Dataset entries
+++

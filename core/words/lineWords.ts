import { plural } from './plain.ts';

/** What is said when no line can be fitted. */
export const lineWords = {
  tooFew: (have: number, need: number): string =>
    `There ${have === 1 ? 'is' : 'are'} ${plural(have, 'reading')} so far; a line needs at least ${need}.`,
  noSpread: (): string =>
    'x must hold at least two different values on the straight axis, but all of them are the same.',
  unitTooFar: (): string =>
    'The readings are so small or so large in this unit that their uncertainty is beyond the range of numbers; use another unit.',
  notSettled: (steps: number): string =>
    `The line with errors on both axes did not settle in ${plural(steps, 'step')}: the slope is not determined by these readings.`,
};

+++

- **What you need to do**
Emit the records above again, exactly, with no line skipped.

- **Output for this exercise**
filename core/words/lineWords.ts
import { plural } from './plain.ts';

/** What is said when no line can be fitted. */
export const lineWords = {
  tooFew: (have: number, need: number): string =>
    `There ${have === 1 ? 'is' : 'are'} ${plural(have, 'reading')} so far; a line needs at least ${need}.`,
  noSpread: (): string =>
    'x must hold at least two different values on the straight axis, but all of them are the same.',
  unitTooFar: (): string =>
    'The readings are so small or so large in this unit that their uncertainty is beyond the range of numbers; use another unit.',
  notSettled: (steps: number): string =>
    `The line with errors on both axes did not settle in ${plural(steps, 'step')}: the slope is not determined by these readings.`,
};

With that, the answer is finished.